▶ [Problem requirements]:
From the records, pick out and copy each line containing "data".

======== Given records

//! Everything that fits again: diagnostics, other models, what would change the answer, how much
//! more data it wants; and the pace, which waits for them.

pub mod rerun;
pub mod residuals;
pub mod shape;
pub mod influence;
pub mod choices;
pub mod plan;
pub mod pace;

use crate::judge::{Facts, Judged, Shown, sort_flags};
use crate::numerics::Points as NumericPoints;
use crate::series::MergeRules;
use crate::site::{Event, RateNeeds};
use crate::terms::{Adjusted, Alternative, Choice, ChoiceSpan, Flag, ModelFit, MoreRounds, Pace};

/// What refitting found out about one series.
#[derive(Clone, Debug, Default)]
pub struct Doubts {
    /// Flags that need refits, raised and not assessable.
    pub flags: Vec<Flag>,
    /// Every model on the same data.
    pub models: Vec<ModelFit>,
    /// The better model, where one is.
    pub alternative: Option<Alternative>,
    /// The rate's interval with correlation allowed for, where that is found.
    pub adjusted: Option<Adjusted>,
    /// The spans of the reruns, a kind each.
    pub spans: Vec<ChoiceSpan>,
    /// The single choice or sample that matters most.
    pub most_telling: Option<Choice>,
    /// How much more sampling would settle it.
    pub rounds: MoreRounds,
    /// The pace, after all of it.
    pub pace: Option<Pace>,
}

/// What the reruns need beside the facts.
#[derive(Clone, Copy, Debug)]
pub struct Setup<'a> {
    /// The rules by which the series' points were made.
    pub merge: &'a MergeRules,
    /// What a rate needs.
    pub rate_needs: RateNeeds,
    /// The site's events.
    pub events: &'a [Event],
}

/// Refits one series in every way that is asked.
#[must_use]
pub fn doubts(facts: &Facts<'_>, judged: &Judged, shown: &Shown, setup: &Setup<'_>) -> Doubts {
    let mut out = Doubts::default();
    if let Ok(fit) = facts.fit {
        let slices = facts.points.slices();
        if let Ok(points) = NumericPoints::new(&slices.t, &slices.y, &slices.mark) {
            let residual = residuals::diagnose(facts, fit, &slices);
            out.flags.extend(residual.flags);
            out.adjusted = residual.adjusted;
            let shape = shape::compare_models(facts, fit, points);
            out.flags.extend(shape.flags);
            out.models = shape.models;
            out.alternative = shape.alternative;
            out.flags.extend(influence::flags(facts, fit, points, setup));
            out.rounds = plan::more_rounds(facts, fit, &slices.t);
        }
        let reruns = choices::rerun_all(facts, setup);
        out.most_telling = choices::most_telling(facts, judged, shown, &reruns);
        out.spans = choices::spans(&reruns);
    }
    out.pace = pace::pace(facts, judged, shown, &out);
    sort_flags(&mut out.flags);
    out
}
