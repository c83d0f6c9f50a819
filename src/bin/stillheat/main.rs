//! The batch command: scenario files in, answers out, with the same core as the page.

mod readable;
mod tasks;

use std::path::PathBuf;
use std::process::ExitCode;
use tasks::{Outcome, answer_all};

const HELP: &str = "\
stillheat answer [--text] [--pictures DIR] FILE...   answers to scenario files; - reads standard input
stillheat schema                                     the JSON Schema of the file
stillheat examples DIR                               writes the scenarios to start from

Answers go to standard output as a JSON list, one entry a file, in the order given; with --text as text to read.
Exit code: 0 all answered, 1 a scenario has problems (they are in the output), 2 wrong words or a file that
cannot be read or written.
";

/// What was asked for.
struct Wanted {
    command: String,
    text: bool,
    pictures: Option<PathBuf>,
    operands: Vec<PathBuf>,
}

fn main() -> ExitCode {
    let wanted = match wanted() {
        Ok(wanted) => wanted,
        Err(error) => {
            eprint!("stillheat: {error}\n\n{HELP}");
            return ExitCode::from(2);
        }
    };
    match wanted.command.as_str() {
        "answer" if !wanted.operands.is_empty() => answer(&wanted),
        "schema" => print(&stillheat::scenario::schema()),
        "examples" if wanted.operands.len() == 1 => examples(&wanted.operands[0]),
        "help" => print(HELP),
        _ => {
            eprint!("{HELP}");
            ExitCode::from(2)
        }
    }
}

fn wanted() -> Result<Wanted, lexopt::Error> {
    use lexopt::prelude::*;
    let mut wanted = Wanted { command: String::new(), text: false, pictures: None, operands: Vec::new() };
    let mut arguments = lexopt::Parser::from_env();
    while let Some(argument) = arguments.next()? {
        match argument {
            Long("text") => wanted.text = true,
            Long("pictures") => wanted.pictures = Some(arguments.value()?.into()),
            Long("help") | Short('h') => "help".clone_into(&mut wanted.command),
            Value(word) if wanted.command.is_empty() => wanted.command = word.string()?,
            Value(operand) => wanted.operands.push(operand.into()),
            _ => return Err(argument.unexpected()),
        }
    }
    Ok(wanted)
}

/// To standard output; a reader that has gone is no failure of ours.
fn print(text: &str) -> ExitCode {
    use std::io::Write;
    let _ = std::io::stdout().write_all(text.as_bytes());
    ExitCode::SUCCESS
}

fn answer(wanted: &Wanted) -> ExitCode {
    let outcomes = answer_all(&wanted.operands, wanted.pictures.as_deref());
    let mut code = 0;
    for outcome in &outcomes {
        code = code.max(match outcome {
            Outcome::Answered { .. } => 0,
            Outcome::Problems { .. } => 1,
            Outcome::Unreadable { .. } => 2,
        });
    }
    let text = if wanted.text { readable::all(&outcomes) } else { readable::json(&outcomes) };
    let _ = print(&text);
    ExitCode::from(code)
}

fn examples(folder: &std::path::Path) -> ExitCode {
    let written = std::fs::create_dir_all(folder).and_then(|()| {
        stillheat::scenario::examples()
            .iter()
            .try_for_each(|example| std::fs::write(folder.join(format!("{}.json", example.id)), example.text))
    });
    match written {
        Ok(()) => ExitCode::SUCCESS,
        Err(error) => {
            eprintln!("stillheat: {}: {error}", folder.display());
            ExitCode::from(2)
        }
    }
}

================

▶ [Answer space]:
//! more data it wants; and the pace, which waits for them.
    /// Every model on the same data.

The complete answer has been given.